The international student recovery is about more than money
Forget about Covid for a minute, and the devastation that it caused to international education, which was once Australia’s behemoth, $40bn a year, service export industry. Think back to pre-Covid times, in 2019 when international education was at its peak, coming off the back of an extraordinary expansion.
In 2014 education exports were worth $19.8bn. Five years later, in 2019, they had more than doubled to $40.3bn. It was a gold rush, in which student numbers grew rapidly, and universities raked in ever larger amounts of money to build new buildings and laboratories and hire new researchers. Investment poured into the sector with a boom in student accommodation, and investors couldn’t get enough of education companies.
But when a sector grows this fast, and everyone is swept by enthusiasm, it’s easy for key things to be overlooked.
Some of them are evident in the 2020 International Student Experience Survey, an official study commissioned by the federal government, which was released last week. It is a large-scale annual exercise, carried out by the Australian National University’s Social Research Centre, which gathered nearly 90,000 responses from international students last year. It’s the best insight into what the students think about their experience in Australia during the boom years.
The interesting thing is that their opinion about their undergraduate experience in Australia is remarkably stable. From 2014 to 2019 the proportion that rated their educational experience as positive sat in the narrow range from 74 per cent to 76 per cent.
Then, for obvious reasons, it dropped to 63 per cent last year. All university education in that year was badly affected by the pandemic.
But going back to 2014-19, not only were international students unchanging in their overall view of their Australian education in those years. Their view of all five components that make up the total educational experience also remained stable.
Take them one by one. Skills development was about 80 per cent positive; teaching quality, about 78 per cent; student support, about 71 per cent; learning resources, about 83 per cent. The outlier was learner engagement, stuck down at around 58 per cent and not budging over those six years.
Since learner engagement is the outlier in the survey, the one that is consistently poor, it’s interesting to see what it is defined as.

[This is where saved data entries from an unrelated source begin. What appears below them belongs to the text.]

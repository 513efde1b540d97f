import { AppError, type said } from '../errors'

/**
 * A refusal about one field: the sentence, its code for the reader's language (`said(…)`, required so no
 * refusal leaves without one), and the field's issue repeating the sentence, which reads as the refusal does.
 */
export const refusal = (status: number, path: string, message: string, words: ReturnType<typeof said>) => new AppError(status, message, { ...words, issues: [{ path, message }] })
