// @vitest-environment happy-dom
import { mount } from '@vue/test-utils'
import { afterEach, beforeAll, describe, expect, it } from 'vitest'
import californiaJson from '../../../server/rule-sets/samples/california.json' with { type: 'json' }
import { storageBill } from '@shared/domain/billing'
import type { VehicleSummary } from '@shared/schemas/charges'
import { ruleSetSchema } from '@shared/schemas/rule-sets'
import { i18n, loadMessages } from '@/i18n'
import VehiclesChargesPanel from '../../../src/components/vehicles/VehiclesChargesPanel.vue'

// The bill's "sample — set your rate" warnings travel as data (issue 14) and read in the reader's
// language, each class and fee by the rule set's own Spanish name (server/rule-sets/samples/california.json).
const california = ruleSetSchema.parse(californiaJson)
const bill = storageBill({ arrivedAt: '2026-05-04T09:00:00-07:00', vehicleClass: 'standard' }, california, '2026-05-10T00:00:00Z')
const global = { plugins: [i18n] }
beforeAll(() => Promise.all([loadMessages('en'), loadMessages('es')]))
afterEach(() => {
  i18n.global.locale.value = 'en'
})

const summary: VehicleSummary = {
  daysOnLot: bill.days,
  storageCents: bill.totalCents,
  towCents: 0,
  balanceCents: bill.totalCents,
  nextDeadline: null,
  lienSale: { open: false, date: null, why: 'x', code: 'waiting' },
  clockAlerts: [],
  warnings: bill.warnings,
  sampleWarnings: bill.sampleWarnings,
}
const props = { summary, ruleSet: null, problem: null, value: { cents: null, source: null }, canRecordValue: false }
const shown = () => mount(VehiclesChargesPanel, { props, global }).findAll('.charges-panel__warnings li').map((li) => li.text())

describe('the sample-rate warnings in the reader’s language', () => {
  it('the core names each sample by code, the class and fee with their Spanish names', () => {
    const standard = california.vehicleClasses.find((c) => c.code === 'standard')!
    const impound = california.fees.find((f) => f.code === 'impound')!
    expect(bill.sampleWarnings).toEqual([
      { code: 'sample-storage', label: standard.label, es: { label: standard.es!.label } },
      { code: 'sample-fee', label: impound.label, es: { label: impound.es!.label } },
    ])
  })

  it('reads in English as the core’s own warnings', () => {
    expect(shown()).toEqual(bill.warnings)
  })

  it('reads in Spanish, with the rule set’s Spanish names', () => {
    i18n.global.locale.value = 'es'
    const standard = california.vehicleClasses.find((c) => c.code === 'standard')!.es!.label
    const impound = california.fees.find((f) => f.code === 'impound')!.es!.label
    expect(shown()).toEqual([
      `Almacenaje — ${standard}: el monto es un ejemplo — ponga su tarifa.`,
      `${impound}: el monto es un ejemplo — ponga su tarifa.`,
    ])
  })
})
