import { expect, test, type Page } from '@playwright/test'
import { anotherVehicle, towInBody } from '../helpers/tow-in'
import { DEMO, watchConsole } from './helpers'

// A manager on a 390 px phone reading Spanish gives back a card payment made on the hosted page. The
// payment's row on the bill once pushed its buttons past the screen's edge, and the refund dialog's long
// Spanish send button ("Reembolsar por el servicio de pagos") pushed the whole dialog past it, out of reach.
test.use({ locale: 'es-ES', viewport: { width: 390, height: 844 } })
test.describe.configure({ timeout: 240_000 })

async function signInInSpanish(page: Page) {
  await page.goto('/sign-in')
  await page.getByLabel('Correo electrónico').fill(DEMO.manager)
  await page.getByLabel('Contraseña', { exact: true }).fill(DEMO.password)
  await page.getByRole('button', { name: 'Entrar' }).click()
  await expect(page).toHaveURL(/\/(board|today)/)
}

const sideways = (page: Page) => page.evaluate(() => document.documentElement.scrollWidth - document.documentElement.clientWidth)

test('en un teléfono en español: la fila del pago con tarjeta y el reembolso caben en la pantalla, y el reembolso se hace', async ({ page }) => {
  const problems = watchConsole(page)
  await signInInSpanish(page)
  const session = await (await page.request.get('/api/session')).json()
  const created = await page.request.post('/api/vehicles', { headers: { 'x-csrf-token': session.csrfToken }, data: towInBody(session.user.id, anotherVehicle) })
  expect(created.status()).toBe(201)
  const vehicleId = (await created.json()).id as string
  // $50.00 paid by card on the payment service's hosted page (the local stand-in), recorded by its webhook.
  const opened = await page.request.post(`/api/vehicles/${vehicleId}/card-checkouts`, {
    headers: { 'x-csrf-token': session.csrfToken },
    data: { idempotencyKey: crypto.randomUUID(), amountCents: 5_000, receiptEmail: null, language: 'es' },
  })
  expect(opened.status()).toBe(201)
  const paid = await fetch((await opened.json()).checkout.url, { method: 'POST', body: new URLSearchParams({ card: '4242424242424242' }), redirect: 'manual' })
  expect(paid.status).toBe(303)

  await page.goto(`/vehicles/${vehicleId}`)
  const bill = page.getByTestId('billing')
  const refund = bill.getByRole('button', { name: 'Reembolsar a la tarjeta' })
  await expect(refund).toBeVisible()
  for (const button of [refund, bill.getByRole('link', { name: 'Recibo' })]) {
    const box = (await button.boundingBox())!
    expect(box.x + box.width).toBeLessThanOrEqual(390)
  }
  expect(await sideways(page)).toBe(0)

  await refund.click()
  const dialog = page.getByRole('dialog', { name: 'Reembolsar un pago con tarjeta' })
  const send = dialog.getByRole('button', { name: 'Reembolsar por el servicio de pagos' })
  await expect(send).toBeInViewport({ ratio: 1 })
  await expect(dialog.getByRole('button', { name: 'Cancelar' })).toBeInViewport({ ratio: 1 })
  expect((await dialog.boundingBox())!.width).toBe(390)
  await dialog.getByLabel('Por qué se devuelve el dinero').fill('Un día de almacenaje cobrado de más')
  const answered = page.waitForResponse((r) => r.url().endsWith('/card-refunds') && r.request().method() === 'POST')
  await send.click()
  expect((await answered).status()).toBe(201)
  await expect(page.getByText('$50.00 reembolsados a la tarjeta.')).toBeVisible()
  await expect(dialog).toBeHidden()
  expect(problems).toEqual([])
})
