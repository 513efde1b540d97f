// @vitest-environment happy-dom
import { mount } from '@vue/test-utils'
import { afterEach, beforeAll, describe, expect, it } from 'vitest'
import { readFileSync } from 'node:fs'
import { join } from 'node:path'
import { CAUTIONS, DEFER_TO_MAKER, NEWTON_METRES_PER_FOOT_POUND_FORCE, PICKUP_BADGE_LABELS, TORQUE_FACTOR_NOTE, pickupBadge } from '@shared/domain/inspection'
import { i18n, loadMessages } from '@/i18n'
import InspectionsPickupBadge from '../../../src/components/inspections/InspectionsPickupBadge.vue'
import InspectionsSafety from '../../../src/components/inspections/InspectionsSafety.vue'

// The pickup badge, its reasons and the workshop cautions travel as codes (issue 14); the English
// the core keeps for older readers and the history must read as the English catalog does.
const global = { plugins: [i18n] }
// Read as plain JSON: the unit project compiles catalog imports into vue-i18n's message functions.
type Words = { badges: Record<string, string>; pickupReasons: Record<string, string>; cautions: Record<string, string>; cautionSources: Record<string, string>; deferToMaker: string }
const en = JSON.parse(readFileSync(join(import.meta.dirname, '../../../shared/messages/en/inspection.json'), 'utf8')) as { inspection: Words }
beforeAll(() => Promise.all([loadMessages('en'), loadMessages('es')]))
afterEach(() => {
  i18n.global.locale.value = 'en'
})

const yesNo = [true, false]
const every = yesNo.flatMap((rolls) => yesNo.flatMap((steers) => yesNo.flatMap((brakes) => (['yes', 'no', 'unknown'] as const).map((keys) => ({ rolls, steers, brakes, keys })))))

describe('the pickup badge and its reasons by code', () => {
  it('every badge and reason the core gives has a code whose English words are the core’s', () => {
    for (const marks of every) {
      const badge = pickupBadge(marks)!
      expect(en.inspection.badges[badge.code], badge.code).toBe(badge.label)
      expect(PICKUP_BADGE_LABELS[badge.code]).toBe(badge.label)
      expect(badge.reasonCodes.map((c) => en.inspection.pickupReasons[c])).toEqual(badge.reasons)
    }
  })

  it('a car that neither rolls nor has keys: flatbed or dollies, for both reasons', () => {
    const badge = pickupBadge({ rolls: false, steers: true, brakes: true, keys: 'unknown' })!
    expect(badge).toMatchObject({ code: 'flatbed-or-dollies', reasonCodes: ['no-roll', 'no-keys'], technicianFirst: true })
  })

  it('shows the badge in Spanish by its code', () => {
    i18n.global.locale.value = 'es'
    const w = mount(InspectionsPickupBadge, { props: { badge: pickupBadge({ rolls: true, steers: true, brakes: true, keys: 'no' })! }, global })
    expect(w.text()).toContain('De arrastre + dollies')
  })
})

describe('the workshop cautions in the reader’s language', () => {
  it('the English catalog reads as the core’s cautions', () => {
    for (const c of CAUTIONS) expect(en.inspection.cautions[c.code], c.code).toBe(c.text)
    expect(en.inspection.deferToMaker).toBe(DEFER_TO_MAKER)
  })

  it('the English catalog reads each caution’s source and the torque factor as the core does', () => {
    for (const c of CAUTIONS) expect(en.inspection.cautionSources[c.code], c.code).toBe(c.source)
    i18n.global.locale.value = 'en'
    expect(i18n.global.t('inspection.torqueFactor', { factor: NEWTON_METRES_PER_FOOT_POUND_FORCE })).toBe(TORQUE_FACTOR_NOTE)
  })

  it('in Spanish the sources are explained in Spanish, keeping each standard’s and statute’s name and quoted words as written', () => {
    i18n.global.locale.value = 'es'
    const w = mount(InspectionsSafety, { props: { acknowledged: null, canAcknowledge: false, busy: false, atTime: (s: string) => s }, global })
    const sources = w.findAll('.safety__sources li').map((li) => li.text())
    expect(sources).toHaveLength(CAUTIONS.length + 1)
    // The names as the standard and the rules print them: ASME PASE-2019, WAC 296-307-22509(3), 29 CFR 1910.244(a)(2).
    expect(sources[0]).toContain('ASME PASE-2019')
    expect(sources[1]).toContain('WAC 296-307-22509(3): "Working under a load raised only with jacks is prohibited."')
    expect(sources[1]).toContain('OSHA 29 CFR 1910.244(a)(2)')
    expect(sources[1]).toContain('de memoria')
    expect(sources[2]).toBe('Práctica de costumbre en el taller [S]')
    expect(sources[4]).toBe('Práctica común [S]; el torque es el que indica el fabricante')
    expect(sources[5]).toBe(`1 ft·lbf = ${NEWTON_METRES_PER_FOOT_POUND_FORCE} N·m exactos (0.3048 m × 4.4482216152605 N)`)
    for (const [i, c] of CAUTIONS.entries()) expect(sources[i], c.code).not.toBe(c.source)
  })

  it('in Spanish keeps every point: stands on firm level ground, never under a jack alone, chocks, lug nuts to the maker’s figure in a star, and the maker’s procedures', () => {
    i18n.global.locale.value = 'es'
    const w = mount(InspectionsSafety, { props: { acknowledged: null, canAcknowledge: false, busy: false, atTime: (s: string) => s }, global })
    const items = w.findAll('.safety__list li').map((li) => li.text())
    expect(items).toEqual([
      'Sostenga el vehículo levantado sobre torres (jack stands) de la capacidad indicada, en piso firme y nivelado.',
      'Nunca se meta debajo de un vehículo sostenido solo por un gato.',
      'Ponga calzas en las ruedas que quedan en el piso.',
      'Ponga el freno de mano.',
      'Después de volver a montar una rueda, apriete las tuercas al torque que indica el fabricante del vehículo, en estrella, en dos pasadas, con el vehículo ya bajado para la última pasada. Vuelva a revisarlas después de manejarlo (normalmente a las 50–100 millas).',
    ])
    expect(w.get('.safety__defer').text()).toBe('Estas son las precauciones de costumbre, no un procedimiento de reparación: siga los procedimientos del fabricante del vehículo y la práctica de su taller con licencia.')
  })
})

To measure learner engagement, international students were asked if they felt prepared for study, had a sense of belonging to their institution, participated in discussions, worked with other students in their study, interacted with students outside study, interacted with students who were different from them, and interacted with local students.
A large proportion of international students evidently believed these aspects were substandard. In other words, they missed out on the overseas study experiences that have lasting value: meeting new people, making lifelong friendships in a different culture, and enjoying class discussion as an integral part of learning.
The alarming thing is that, across six years, this measure did not change. Whatever was done by universities to try to improve it had no impact. And remember these were the boom years of international education when resources to solve a fundamental problem like this should have been able to be found.
When students do finally return to Australia – which given the politics of the situation is not likely until after next year’s federal election – universities need to have a new and more effective strategy to engage international students.
Partly it’s what the students are owed when they travel to another country and pay high fees for what should be a high-quality education experience. They should go home with a set of lifelong friends and feeling that their period of study in Australia was personally worthwhile. Studying in Australia should not be a lonely experience.
But partly it’s also for us.
One of the benefits to Australia of hosting international students is the exposure it gives our young people to their peers in other countries. We want them to interact, to mix and create ties that will last them through life. It also builds an Australia that grows in its understanding of its neighbours, that is more ready to engage with the world and that is a richer place – both materially and spiritually.
To be fair, it’s not a simple problem to solve. But one thing that would help is to avoid repeating the mistake of concentrating international students into business degrees where they study with each other. Universities also have to help local students to see international students as assets to their education, and certainly not as people to avoid doing group assignments with.
Success won’t be easy; it will take a lot of work. But on the upside, it could lead to Australia’s business of hosting international students being much more than just money.